5.2.2 Color Gamut Considerations ................................. 14
5.2.3 File format Considerations ................................. 15
5.2.3.1 Considerations for greater reader flexibility ............ 15
5.2.3.2 Error considerations ..................................... 16
5.3 Content-Type for the file format ............................. 17
6. Implementation Issues for Internet Fax Addressing ............. 17
7. Security Considerations ....................................... 18
8. Acknowledgements .............................................. 18
9. References .................................................... 18
10. Authors' Addresses ........................................... 20
11. Full Copyright Statement ..................................... 21

1. Introduction

This document clarifies published RFCs which standardize facsimile
communications using Internet Email.
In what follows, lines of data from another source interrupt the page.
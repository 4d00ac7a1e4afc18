// Spans as the trace fold reads them: only what names the two ends of a call and measures it.
// Decoders (importers/otlp) turn OTLP/JSON and OTLP protobuf into these; nothing else is kept.

/** opentelemetry-proto trace.proto, Span.SpanKind. */
export const SPAN_KIND = { unspecified: 0, internal: 1, server: 2, client: 3, producer: 4, consumer: 5 } as const;

/** opentelemetry-proto trace.proto, Status.StatusCode. */
export const STATUS_CODE_ERROR = 2;

/** The span attributes that can name the callee of a call or the protocol it used. */
export interface CalleeAttributes {
  peerService?: string;
  serverAddress?: string;
  netPeerName?: string;
  urlFull?: string;
  rpcService?: string;
  rpcSystem?: string;
  dbSystem?: string;
  dbNamespace?: string;
  messagingSystem?: string;
  messagingDestination?: string;
  /** messaging.destination.temporary or .anonymous: the name is made up per conversation */
  messagingDestinationTemporary?: boolean;
  httpMethod?: string;
}

/** The attribute keys read into CalleeAttributes, newest name first where one was renamed. */
export const ATTRIBUTE_KEYS: Record<string, keyof CalleeAttributes> = {
  "peer.service": "peerService",
  "server.address": "serverAddress",
  "net.peer.name": "netPeerName",
  "url.full": "urlFull",
  "http.url": "urlFull",
  "rpc.service": "rpcService",
  "rpc.system": "rpcSystem",
  "rpc.system.name": "rpcSystem",
  "db.system.name": "dbSystem",
  "db.system": "dbSystem",
  "db.namespace": "dbNamespace",
  "db.name": "dbNamespace",
  "messaging.system": "messagingSystem",
  "messaging.destination.name": "messagingDestination",
  "messaging.destination": "messagingDestination",
  "messaging.destination.temporary": "messagingDestinationTemporary",
  "messaging.destination.anonymous": "messagingDestinationTemporary",
  "http.request.method": "httpMethod",
  "http.method": "httpMethod",
};

/** Where a renamed attribute has both names on one span, the current one wins. */
export const DEPRECATED_KEYS = new Set(["http.url", "db.system", "db.name", "messaging.destination", "http.method", "rpc.system"]);

export interface TraceSpan {
  /** Hex ids lower-cased (OTLP/JSON ids are case-insensitive hex); any other spelling kept as sent. */
  traceId: string;
  spanId: string;
  /** Read for SERVER spans only: the fold pairs a SERVER span with its CLIENT parent, and nothing else needs it. */
  parentSpanId: string | null;
  kind: number;
  /** The resource's service.name, as sent. */
  service: string;
  durationNs: number;
  error: boolean;
  attrs: CalleeAttributes;
}

/** Spans a decoder could not use, counted by reason (sent back as an OTLP partial success). */
export interface RejectedSpans {
  count: number;
  reasons: Map<string, number>;
}

export const noRejects = (): RejectedSpans => ({ count: 0, reasons: new Map() });

export function reject(r: RejectedSpans, reason: string, n = 1): void {
  r.count += n;
  r.reasons.set(reason, (r.reasons.get(reason) ?? 0) + n);
}

/** "12 spans …; 3 spans …": one English sentence per reason, as the partial success error_message SHOULD be. */
export function describeRejects(r: RejectedSpans): string {
  return [...r.reasons].map(([reason, n]) => `${n} span${n === 1 ? "" : "s"} ${reason}`).join("; ");
}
The intent is to prevent
implementations that deviate in such a way as to cause
interoperability problems.

1.1 Organization of this document

This document contains four sections that clarify, in order, the
handling of simple mode fax messages, extended mode fax messages, the
file format, and the internet addressing of fax recipients.

See Section 2 for terminology.

1.2 Discussion of this document

Discussion of this document should take place on the Internet fax
mailing list hosted by the Internet Mail Consortium (IMC). Please
send comments regarding this document to:

ietf-fax@imc.org

To subscribe to this list, send a message with the body 'subscribe'
to "ietf-fax-request@imc.org".

To see what has gone on before you subscribed, please see the mailing
list archive at:

http://www.imc.org/ietf-fax/

2. Terminology

The following terms are used throughout this document:

DSN - RFC1894, "An Extensible Message Format for
Delivery Status Notifications" [7]
Extended Mode - RFC2532, "Extended Facsimile Using
Internet Mail" [3]
MDN - RFC2298, "An Extensible Message Format for
Message Disposition Notifications" [9]
Simple Mode - RFC2305, "A Simple Mode of Facsimile
Using Internet Mail" [2]
TIFF - profile S or F of "File Format for Internet Fax" [4]
delivered as "image/tiff"
TIFF-FX - other profiles sent as "image/tiff-fx"

In examples, "C:" is used to indicate lines sent by the client, and
"S:" to indicate those sent by the server.

3. Implementation Issues Specific to Simple Mode

Issues specific to Simple Mode [2] are described below:

3.1 Simple Mode Fax Senders

3.1.1 Multipart/alternative

Although a requirement of MIME compliance (16, Section 5.1.4), some
email client implementations are not capable of correctly processing
messages with a MIME Content-Type of "multipart/alternative". If a
sender is unsure if the recipient is able to correctly process a
message with a Content-Type of "multipart/alternative", the sender
should assume the worst and not use this MIME Content-Type.

3.2 Simple Mode Fax Receivers

3.2.1 Multipart/alternative and Storage Capacity

Devices with little storage capacity are unable to cache previous
parts of a multipart/alternative message. In order for such devices
to correctly process only one part of a multipart/alternative
message, such devices may simply use the first part of a
multipart/alternative message it is capable of processing.

This behavior means that even if subsequent, higher-fidelity parts
could have been processed, they will not be used.

This behavior can cause user dissatisfaction because when two high-
fidelity but low-memory devices are used with each other, the
lowest-fidelity part of the multipart/alternative will be processed.

The solution to this problem is for the sender to determine the
capability of the recipient and send only high fidelity parts.
However, a mechanism to determine the recipient capabilities prior to
an initial message sent to the recipient doesn't yet exist on the
Internet.

After an initial message is sent, the Extended Mode mechanism,
described in RFC2532 [3], Section 3.3, enables a recipient to
include its capabilities in a delivery and/or a disposition
notification: in a DSN, if the recipient device is an RFC2532/ESMTP
[3] compliant server or in an MDN if the recipient is a User Agent.

4. Implementation Issues Specific to Extended Mode

Issues specific to Extended Mode [3] fax are described below. Note
that any Extended Mode device also needs to consider issues specific
to Simple Mode (Section 3 of this document).

4.1 Multipart/Alternative

Sections 3.1.1 and 3.2.1 are also applicable to this mode.

4.2. Correlation of MDN with Original Message

To re-iterate a paragraph from section 2.1, RFC2298 [9]:

A message that contains a Disposition-Notification-To header
SHOULD also contain a Message-ID header, as specified in RFC822
[10]. This will permit automatic correlation of MDNs with
original messages by user agents.

4.3 Correlation of DSN with Original Message

Similar to the requirement to correlate an MDN, above, DSNs also need
to be correlated. This is best done using the ENVID parameter in the
"MAIL" command. See Sections 3 and 5.4 of RFC1891 [5] for details.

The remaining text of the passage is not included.